### What is being asked
Scan the data, and whenever a line contains "tests", copy it.

"""

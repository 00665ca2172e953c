package mpo

import (
	"fmt"
	"math"
	"math/rand/v2"
	"slices"

	"rundle/mpo/ladder"
	"rundle/mps/block"
)

// The tests write their own tables of local operators and sum strings as Kronecker products: no code is shared with Build.

// kindTable is a site kind of the tests: states sorted by charge, and operators as dense matrices.
type kindTable struct {
	name string
	axis block.Axis
	*ladder.OpTable
}

func testGroup(modulus int) block.Group {
	g, err := block.NewGroup(block.Rule{Name: "N", Modulus: modulus})
	if err != nil {
		panic(err)
	}
	return g
}

// newKind takes the charge of each state; ops are matrices of definite charge, the identity first.
func newKind(name string, g block.Group, states []int32, filler int32, odd []bool, ops ...[]complex128) kindTable {
	var sectors []block.Sector
	for _, q := range states {
		sectors = append(sectors, block.Sector{Charge: g.Normalize(block.Charge{q}), Dim: 1})
	}
	k := kindTable{name, block.NewAxis(block.In, sectors...), &ladder.OpTable{Matrices: ops, Odd: make([]bool, len(ops)), Filler: filler}}
	copy(k.Odd, odd)
	d := len(states)
	for _, m := range ops {
		var q block.Charge
		for i, x := range m {
			if x != 0 {
				q = g.Sub(block.Charge{states[i/d]}, block.Charge{states[i%d]})
			}
		}
		k.Charges = append(k.Charges, q)
	}
	return k
}

func diagonal(d int, f func(s int) complex128) []complex128 {
	m := make([]complex128, d*d)
	for s := range d {
		m[s*d+s] = f(s)
	}
	return m
}

// raising has f(s) at <s+step|op|s>.
func raising(d, step int, f func(s int) complex128) []complex128 {
	m := make([]complex128, d*d)
	for s := range d {
		if to := s + step; to >= 0 && to < d {
			m[to*d+s] = f(s)
		}
	}
	return m
}

func unity(int) complex128 { return 1 }

// fermionKind has the identity, the sign, c, c^+, n, n^2 (equal to n), sign·c and 1-n.
func fermionKind(g block.Group) kindTable {
	sign := diagonal(2, func(s int) complex128 { return complex(1-2*float64(s), 0) })
	n := diagonal(2, func(s int) complex128 { return complex(float64(s), 0) })
	return newKind("fermion", g, []int32{0, 1}, 1, []bool{false, false, true, true, false, false, true, false},
		diagonal(2, unity), sign, raising(2, -1, unity), raising(2, 1, unity), n, slices.Clone(n),
		raising(2, -1, func(int) complex128 { return -1 }), diagonal(2, func(s int) complex128 { return complex(1-float64(s), 0) }))
}

// bosonKind has the identity, b, b^+, n, n(n-1), n^2 (dependent on those two) and b^2 up to max.
func bosonKind(g block.Group, max int) kindTable {
	d := max + 1
	states := make([]int32, d)
	for s := range states {
		states[s] = int32(s)
	}
	root := func(s int) complex128 { return complex(math.Sqrt(float64(s)), 0) }
	return newKind("boson", g, states, 0, nil, diagonal(d, unity), raising(d, -1, root),
		raising(d, 1, func(s int) complex128 { return root(s + 1) }), diagonal(d, func(s int) complex128 { return complex(float64(s), 0) }),
		diagonal(d, func(s int) complex128 { return complex(float64(s*(s-1)), 0) }),
		diagonal(d, func(s int) complex128 { return complex(float64(s*s), 0) }),
		raising(d, -2, func(s int) complex128 { return root(s) * root(s-1) }))
}

// spinKind has the identity, S^z, S^-, S^+ and (S^z)^2 for spin twoS/2; charges count S^z in halves, shifted to start at 0.
func spinKind(g block.Group, twoS int) kindTable {
	d := twoS + 1
	states := make([]int32, d)
	for k := range states {
		states[k] = int32(2 * k)
	}
	s := float64(twoS) / 2
	up := func(k int) complex128 { m := float64(k) - s; return complex(math.Sqrt(s*(s+1)-m*(m+1)), 0) }
	z := func(k int) complex128 { return complex(float64(k)-s, 0) }
	return newKind(fmt.Sprintf("spin %d/2", twoS), g, states, 0, nil, diagonal(d, unity), diagonal(d, z),
		raising(d, -1, func(k int) complex128 { return up(k - 1) }), raising(d, 1, up),
		diagonal(d, func(k int) complex128 { return z(k) * z(k) }))
}

// clockKind has the identity, Z (complex) and X for three states, charge modulo 3.
func clockKind(g block.Group) kindTable {
	z := diagonal(3, func(m int) complex128 {
		a := 2 * math.Pi * float64(m) / 3
		return complex(math.Cos(a), math.Sin(a))
	})
	x := raising(3, 1, unity)
	x[0*3+2] = 1
	return newKind("clock", g, []int32{0, 1, 2}, 0, nil, diagonal(3, unity), z, x)
}

// sum is a list of strings under construction.
type sum struct {
	*ladder.Strings
	kinds []kindTable
}

func newSum(g block.Group, kinds ...kindTable) *sum {
	s := &sum{&ladder.Strings{Group: g, Start: []int32{0}, Real: true}, kinds}
	for _, k := range kinds {
		s.Axes = append(s.Axes, k.axis)
		s.Tables = append(s.Tables, k.OpTable)
		for _, m := range k.Matrices {
			for _, x := range m {
				s.Real = s.Real && imag(x) == 0
			}
		}
	}
	return s
}

// add appends a term; factors are (site, operator) pairs.
func (s *sum) add(coef complex128, factors ...int32) {
	s.Coef = append(s.Coef, coef)
	s.Real = s.Real && imag(coef) == 0
	for i := 0; i < len(factors); i += 2 {
		s.Factors = append(s.Factors, ladder.StringFactor{Site: factors[i], Op: factors[i+1]})
	}
	s.Start = append(s.Start, int32(len(s.Factors)))
}

// addRandom appends terms of one to most factors that all add the sum's charge; each gets a coupling from draw.
func (s *sum) addRandom(rng *rand.Rand, terms, most int, draw func() complex128) {
	for tries := 0; terms > 0; tries++ {
		if tries > 1_000_000 {
			panic("no terms of this charge")
		}
		sites := rng.Perm(len(s.Axes))[:min(1+rng.IntN(most), len(s.Axes))]
		slices.Sort(sites)
		var q block.Charge
		var factors []int32
		for _, i := range sites {
			op := 1 + rng.IntN(len(s.Tables[i].Matrices)-1)
			q = s.Group.Add(q, s.Tables[i].Charges[op])
			factors = append(factors, int32(i), int32(op))
		}
		if q == s.Charge {
			s.add(draw(), factors...)
			terms--
		}
	}
}

// dense sums the Kronecker products.
func (s *sum) dense() []complex128 {
	total := 1
	for _, a := range s.Axes {
		total *= a.Dim()
	}
	h := make([]complex128, total*total)
	for t, c := range s.Coef {
		m, n := []complex128{c}, 1
		for i, local := range s.locals(t) {
			m, n = kron(m, n, local, s.Axes[i].Dim()), n*s.Axes[i].Dim()
		}
		for i, x := range m {
			h[i] += x
		}
	}
	return h
}

// locals returns the matrices of a term on all sites.
func (s *sum) locals(t int) [][]complex128 {
	ops := make([]int32, len(s.Axes))
	odd := false
	f := s.Factors[s.Start[t]:s.Start[t+1]]
	out := make([][]complex128, len(s.Axes))
	for i := len(s.Axes) - 1; i >= 0; i-- {
		table := s.Tables[i]
		if len(f) > 0 && int(f[len(f)-1].Site) == i {
			ops[i] = f[len(f)-1].Op
			odd = odd != table.Odd[ops[i]]
			f = f[:len(f)-1]
		} else if odd {
			ops[i] = table.Filler
		}
		out[i] = table.Matrices[ops[i]]
	}
	return out
}

func kron(a []complex128, n int, b []complex128, d int) []complex128 {
	out := make([]complex128, n*d*n*d)
	for i := range n {
		for j := range n {
			for k := range d {
				for l := range d {
					out[(i*d+k)*n*d+j*d+l] = a[i*n+j] * b[k*d+l]
				}
			}
		}
	}
	return out
}

func biggest(a []complex128) float64 {
	var m float64
	for _, x := range a {
		m = max(m, abs(x))
	}
	return m
}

"""

### Problem solution
// The tests write their own tables of local operators and sum strings as Kronecker products: no code is shared with Build.
// kindTable is a site kind of the tests: states sorted by charge, and operators as dense matrices.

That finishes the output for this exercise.